Sí, ser hiperbólico es mi manera de ser mediterráneo, no me escondo de ello, por eso me interesa más un artículo sobre el hecho de tomar el fresco en la calle que sobre no sé qué discos duros de José Luis Ábalos. Es imposible, pues, no escribir una columna poética en un momento del año en que a las siete de la mañana ya es de día y da menos pereza levantarse, ya que corre l'airet y en las calles todavía no hay guiris. El verano es la ilusión que nosotros mismos creamos dentro de una realidad tan fugaz como el hielo deshecho de un bíter, pero la gracia es que, precisamente, verano tras verano no perdemos nunca la certeza de que en aquel cubito flota todo aquello que puede llegar a ser perfecto: las siestas con el Tour de fondo, las camisetas de color blanco que nos hacen caminar con la elegancia de un tenista o el hallazgo de una cala solitaria donde parece que todavía nadie ha hecho ninguna foto de Instagram con la localización insertada.

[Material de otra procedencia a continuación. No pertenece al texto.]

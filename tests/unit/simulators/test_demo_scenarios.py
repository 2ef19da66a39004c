"""The shipped EF-3 scenarios tell the story their comments promise, measured with scipy alone.

Overall velocity: Welch PSD of acceleration integrated to velocity by 1/(2 pi f) over 10-1000 Hz
(ISO 10816-3 measurement band, from memory; integration as in ISO 10816-1 Annex A; references.md sections
1 and 5). Zones: ISO 20816-3 group 2 rigid boundaries 1.4 / 2.8 / 4.5 mm/s (references.md section 1,
from memory, unconfirmed). Envelope: Butterworth band-pass over the configured 2-7 kHz band,
scipy.signal.hilbert, RMS of the envelope spectrum over +/- 3 % of the first three defect harmonics
(our own measure here, independent of rotorwatch.analysis).
"""

from __future__ import annotations

import math
from functools import cache
from pathlib import Path

import numpy as np
import pytest
from scipy import signal

from rotorwatch.simulators.rates import bearing_orders
from rotorwatch.simulators.render import ScenarioRenderer
from rotorwatch.simulators.scenario import load_scenario

SCENARIOS = Path(__file__).resolve().parents[3] / "config" / "scenarios"
FS = 51200.0
DAY = 86400.0
ZONE_AB, ZONE_BC, ZONE_CD = 1.4, 2.8, 4.5  # ISO 20816-3 group 2 rigid, mm/s (from memory)


@cache
def _renderer(name: str) -> ScenarioRenderer:
    return ScenarioRenderer(load_scenario(SCENARIOS / f"{name}.toml"))


def overall_mm_s(a: np.ndarray, fs: float = FS) -> float:
    f, p = signal.welch(a, fs, nperseg=16384)
    band = (f >= 10) & (f <= 1000)
    return 1000 * math.sqrt(np.sum(p[band] / (2 * np.pi * f[band]) ** 2) * (f[1] - f[0]))


def envelope_band(a: np.ndarray, centre_hz: float, fs: float = FS) -> float:
    sos = signal.butter(4, (2000.0, 7000.0), btype="bandpass", fs=fs, output="sos")
    env = np.abs(signal.hilbert(signal.sosfiltfilt(sos, a)))
    env -= env.mean()
    f, p = signal.welch(env, fs, nperseg=len(env) // 2, scaling="spectrum")
    total = 0.0
    for k in (1, 2, 3):
        near = np.abs(f - k * centre_hz) <= 0.03 * k * centre_hz
        total += np.sum(p[near]) / 1.5  # Hann ENBW 1.5 bins (references.md section 4)
    return math.sqrt(total)


def _accel(name: str, day: float, point: str) -> np.ndarray:
    return _renderer(name).snapshot_accel(day * DAY, 4.0, FS)[point]


def _defect_hz(name: str, bearing: str, defect: str, day: float) -> float:
    r = _renderer(name)
    return bearing_orders(r.machine.bearing(bearing)).impact_order(defect) * r.true_rpm(day * DAY) / 60.0


def test_healthy_month_stays_in_zone_a():
    for day in (0.0, 7.3, 15.0, 29.9):
        for point in ("de-h", "nde-h"):
            assert 1.0 <= overall_mm_s(_accel("healthy", day, point)) < ZONE_AB
    rpm = _renderer("healthy").true_rpm(np.linspace(0, 30 * DAY, 3001))
    assert np.max(np.abs(rpm / 1482.0 - 1)) <= 0.003 + 1e-9  # +/- 0.3 % drift


def test_demo_outer_race_envelope_leads_the_overall_zone():
    name = "demo-outer-race"
    base = np.median([envelope_band(_accel(name, d, "de-h"), _defect_hz(name, "fan-de", "outer_race", d))
                      for d in (0.5, 1.5, 2.5)])
    ratio = {d: envelope_band(_accel(name, d, "de-h"), _defect_hz(name, "fan-de", "outer_race", d)) / base
             for d in (6.0, 20.0, 29.9)}
    assert ratio[6.0] < 1.5  # healthy stretch
    assert ratio[20.0] > 2.5  # the envelope has seen it ...
    assert overall_mm_s(_accel(name, 20.0, "de-h")) < ZONE_AB  # ... while the overall is still zone A
    assert 3.0 <= ratio[29.9] <= 12.0
    assert ZONE_AB <= overall_mm_s(_accel(name, 29.9, "de-h")) < ZONE_BC  # zone B at the very end


def test_inner_race_grows_in_its_band():
    name = "inner-race"
    bpfi = lambda d: _defect_hz(name, "fan-de", "inner_race", d)  # noqa: E731
    base = np.median([envelope_band(_accel(name, d, "de-h"), bpfi(d)) for d in (0.5, 1.5, 2.5)])
    assert 3.0 <= envelope_band(_accel(name, 29.0, "de-h"), bpfi(29.0)) / base <= 12.0
    assert overall_mm_s(_accel(name, 29.0, "de-h")) < ZONE_AB


def test_unbalance_reaches_zone_c():
    assert overall_mm_s(_accel("unbalance", 1.0, "de-h")) < ZONE_AB
    assert ZONE_BC <= overall_mm_s(_accel("unbalance", 29.0, "de-h")) < ZONE_CD
    assert ZONE_BC <= overall_mm_s(_accel("unbalance", 29.0, "nde-h")) < ZONE_CD


def test_blade_pass_grows_fourfold():
    r = _renderer("blade-damage")

    def blade_mm_s(day):
        a = _accel("blade-damage", day, "de-h")
        f_bp = 11 * r.true_rpm(day * DAY) / 60
        f, p = signal.welch(a, FS, window="flattop", nperseg=1 << 15, scaling="spectrum")
        near = np.abs(f - f_bp) < 3 * (f[1] - f[0])
        return math.sqrt(np.max(p[near])) / (2 * np.pi * f_bp) * 1000

    assert blade_mm_s(1.0) == pytest.approx(0.4, rel=0.03)
    assert blade_mm_s(28.0) == pytest.approx(1.6, rel=0.03)


def test_sensor_faults_at_their_hours():
    r = _renderer("sensor-fault")
    v = lambda hour, point="de-h": r.snapshot(hour * 3600.0, 4.0, FS)[point]  # noqa: E731
    assert np.sqrt(np.mean(v(132) ** 2)) == pytest.approx(2e-5, rel=0.05)  # unplugged
    assert np.sqrt(np.mean(v(131) ** 2)) > 1e-3
    for hour in (252, 253, 254):
        assert np.count_nonzero(np.abs(v(hour)) == 1.0) > 1000  # clipped at the 1 V input range
    assert np.count_nonzero(v(372, "nde-h") == 0.0) > 0.02 * 4 * FS  # dropouts
    # bias step at hour 480 on an AC-coupled input (0.5 Hz, tau 0.32 s): the snapshot that starts with it
    # holds the coupling's decaying step response (its first sample reads the whole 0.08 V step) ...
    at_step = v(20 * 24) - r.snapshot_accel(20 * 24 * 3600.0, 4.0, FS, through_chain=True)["de-h"] * 0.1 / 9.80665
    assert at_step[0] == pytest.approx(0.08, abs=1e-3)
    assert np.mean(at_step[:int(0.32 * FS)]) == pytest.approx(0.08 * (1 - math.exp(-1)), abs=2e-3)
    # ... and an hour later the input shows nothing of the bias, which stays (the coupling removes DC)
    assert abs(np.mean(v(20 * 24 + 1))) < 1e-3 and abs(np.mean(v(29 * 24))) < 1e-3
    assert r.severities(29 * 24 * 3600.0)["de-h"]["sensor:bias_step"] == pytest.approx(0.08)
    assert abs(np.mean(v(19 * 24))) < 1e-3
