"""Property tests of severity timelines (hypothesis)."""

from __future__ import annotations

import numpy as np
from hypothesis import given, settings
from hypothesis import strategies as st

from rotorwatch.simulators.profile import Profile, Ramp

values = st.floats(0.0, 100.0, allow_nan=False)
shapes = st.sampled_from(["linear", "exponential", "step"])


@st.composite
def profiles(draw):
    n = draw(st.integers(0, 4))
    t, ramps = 0.0, []
    for _ in range(n):
        start = t + draw(st.floats(0.0, 50.0))
        shape = draw(shapes)
        end = start if shape == "step" else start + draw(st.floats(0.5, 50.0))
        ramps.append(Ramp(start, end, draw(values), shape))
        t = end
    hold = draw(st.none() | st.floats(1.0, 250.0))
    return Profile(draw(values), ramps, hold), ramps, hold


@settings(max_examples=60, deadline=None)
@given(profiles(), st.floats(-10.0, 300.0), st.floats(1e-3, 0.05))
def test_integral_derivative_is_the_value(pack, t, h):
    # fundamental theorem of calculus: (I(t+h) - I(t-h)) / 2h -> value(t) away from jumps
    p, ramps, hold = pack
    edges = [r.start_s for r in ramps] + [r.end_s for r in ramps] + ([hold] if hold else [])
    if any(abs(t - e) < 2 * h for e in edges):
        return
    slope = (p.integral(t + h) - p.integral(t - h)) / (2 * h)
    scale = max(1.0, abs(p.value(t)), p.peak_value)
    assert abs(slope - p.value(t)) <= 1e-3 * scale


@settings(max_examples=60, deadline=None)
@given(values, values, shapes, st.floats(0.0, 1.0))
def test_a_ramp_stays_between_its_ends(v0, v1, shape, x):
    end = 10.0 if shape == "step" else 20.0
    p = Profile(v0, [Ramp(10.0, end, v1, shape)])
    v = p.value(10.0 + x * 10.0)
    assert min(v0, v1) - 1e-9 <= v <= max(v0, v1) + 1e-9


@settings(max_examples=40, deadline=None)
@given(profiles())
def test_vector_and_scalar_evaluation_agree(pack):
    p = pack[0]
    t = np.linspace(-5, 300, 37)
    assert np.allclose(p.value(t), [p.value(float(x)) for x in t])
    assert np.allclose(p.integral(t), [p.integral(float(x)) for x in t])
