def test_policy_resumes_from_the_store(tmp_path):
    store = SnapshotStore(tmp_path / "snapshots")
    morning = datetime(2026, 3, 11, 3, 5, tzinfo=UTC).timestamp()
    save_one(store, t=morning, reason="schedule")
    policy = SnapshotPolicy(SnapshotSettings(daily_at_utc="03:00"), store)  # e.g. after a restart
    assert policy.decide(update(morning + 600), now_s=morning + 600) is None


@pytest.fixture
def state_dir(tmp_path):
    store = SnapshotStore(tmp_path / "snapshots")
    save_one(store)
    save_one(store, t=T0 + 86400 + 3 * 3600, reason="schedule")
    return tmp_path


def test_cli_list_and_show(state_dir, capsys):
    assert main(["snapshot", "list", "--state-dir", str(state_dir)]) == 0
    out = capsys.readouterr().out.splitlines()
    assert out[2].split()[:4] == ["20260101T000000Z-ahu-3-transition", "ahu-3", "2026-01-01T00:00:00Z", "transition"]
    assert out[3].split()[3] == "schedule" and out[-1].startswith("2 snapshots")
    assert main(["snapshot", "show", "20260101T000000Z-ahu-3-transition", "--state-dir", str(state_dir)]) == 0
    text = capsys.readouterr().out
    assert "reason     transition: de/overall normal->alarm" in text
    assert "BPFO/de-brg 107.36 Hz" in text
    overall_line = next(line for line in text.splitlines() if line.strip().startswith("overall "))
    assert overall_line.split()[:4] == ["overall", "7.5", "mm/s", "alarm"]
    assert "point de: alarm, overall 7.5 mm/s zone A" in text
    assert main(["snapshot", "show", "20260101T000000Z-ahu-3-transition", "--format", "json",
                 "--state-dir", str(state_dir)]) == 0
    assert json.loads(capsys.readouterr().out)["machine"] == "ahu-3"


def test_cli_plot_writes_a_png(state_dir, tmp_path, capsys):
    out = tmp_path / "plots" / "evidence.png"
    assert main(["snapshot", "plot", "20260101T000000Z-ahu-3-transition", "--out", str(out),
                 "--state-dir", str(state_dir)]) == 0
    data = out.read_bytes()
    assert data[:8] == b"\x89PNG\r\n\x1a\n"  # PNG signature (RFC 2083 section 3.1)
    assert len(data) > 30_000  # three drawn panels, not an empty canvas
    keep = os.environ.get("RW_KEEP_PLOT")
    if keep:
        out.replace(keep)


def test_cli_errors_are_one_line(state_dir, tmp_path):
    script = ("import sys; sys.modules['matplotlib'] = None; from rotorwatch.cli import main; "
              "sys.exit(main(sys.argv[1:]))")  # matplotlib made unimportable: the 'plot' extra is absent
    cases = [
        ([sys.executable, "-m", "rotorwatch", "snapshot", "show", "nope", "--state-dir", str(state_dir)], "not found"),
        ([sys.executable, "-c", script, "snapshot", "plot", "20260101T000000Z-ahu-3-transition", "--out",
          str(tmp_path / "x.png"), "--state-dir", str(state_dir)], "pip install 'rotorwatch[plot]'"),
    ]
    for argv, needle in cases:
        done = subprocess.run(argv, capture_output=True, text=True, timeout=60)
        assert done.returncode == 2, done.stderr
        assert done.stderr.count("\n") == 1 and needle in done.stderr and "Traceback" not in done.stderr


def test_policy_keeps_every_escalation_and_drops_only_repeats(tmp_path):
    """Warning then alarm of the same value, seconds apart: both are evidence. The same value entering
    the same state again within min_interval_s (flapping) is not kept twice."""
    policy = SnapshotPolicy(SnapshotSettings(min_interval_s=600, daily_at_utc=None), SnapshotStore(tmp_path / "s"))
    t = T0 + 12 * 3600
    assert policy.decide(update(t, events=[transition(t, new="warning")]))[0] == "transition"
    esc = transition(t + 5, new="alarm")
    assert policy.decide(update(t + 5, events=[esc])) == ("transition", "de/overall normal->alarm")
    other = transition(t + 6, point_id="nde", new="warning")
    assert policy.decide(update(t + 6, events=[other]))[0] == "transition"  # another point: kept
    assert policy.decide(update(t + 60, events=[transition(t + 60, new="warning")])) is None  # a repeat
    assert policy.decide(update(t + 700, events=[transition(t + 700, new="warning")]))[0] == "transition"


def test_policy_counts_in_the_time_of_the_data(tmp_path):
    """A sped-up simulation: updates 9.6 h apart in their own time arrive seconds apart on the wall clock.
    The interval and the daily slot are measured on the data's clock (update.time_s)."""
    policy = SnapshotPolicy(SnapshotSettings(min_interval_s=600, daily_at_utc="03:00"), SnapshotStore(tmp_path / "s"))
    step = 9.6 * 3600
    answers = [policy.decide(update(T0 + k * step, events=[transition(T0 + k * step, new="warning")]))
               for k in range(4)]
    assert [a[0] for a in answers] == ["transition"] * 4  # a repeat, but 9.6 h later in the data's time
    slot = datetime(2026, 1, 3, 3, 30, tzinfo=UTC).timestamp()
    assert policy.decide(update(slot)) == ("schedule", "daily at 03:00 UTC")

Ahora que los que han deprimido el país empiezan a darse cuenta de que sobran y los que estamos vacunados contra los desencantos somos cada día más, abrazar el idealismo inherente del verano puede parecer ridículo o infantil, pero es más necesario que nunca. En el fondo, nos recuerda que hay una parte de nosotros que necesita tener por horizonte una versión mejor de lo que somos. Por alguna razón el verano es la única época del año en que los propósitos se acaban cumpliendo, ya sea leerse La montaña mágica de Thomas Mann, hacer deporte cada día o sencillamente no tener miedo de vivir las mismas aventuras que cuando íbamos de colonias a L'estiu és teu, pero ahora pagándolo todo con la VISA de nuestro bolsillo. En verano todo es posible, por eso hoy me despido, deseando reencontrarnos en septiembre. Si lo hacemos, espero poder parafrasearte aquel poema de Manuel Forcano que se llama Carta, pero cambiando el final. Imaginaré ahí el último artículo de adiós, que ni yo he escrito hablando de la enésima bagatela de la actualidad ni tú, querido lector, habrías acabado de leer. Créeme: la tinta que los dos nos hemos ahorrado la gasto solo para decirte que hace sol, que hace calor y que nada refresca lo suficiente, pero que el verano es como no equivocarse.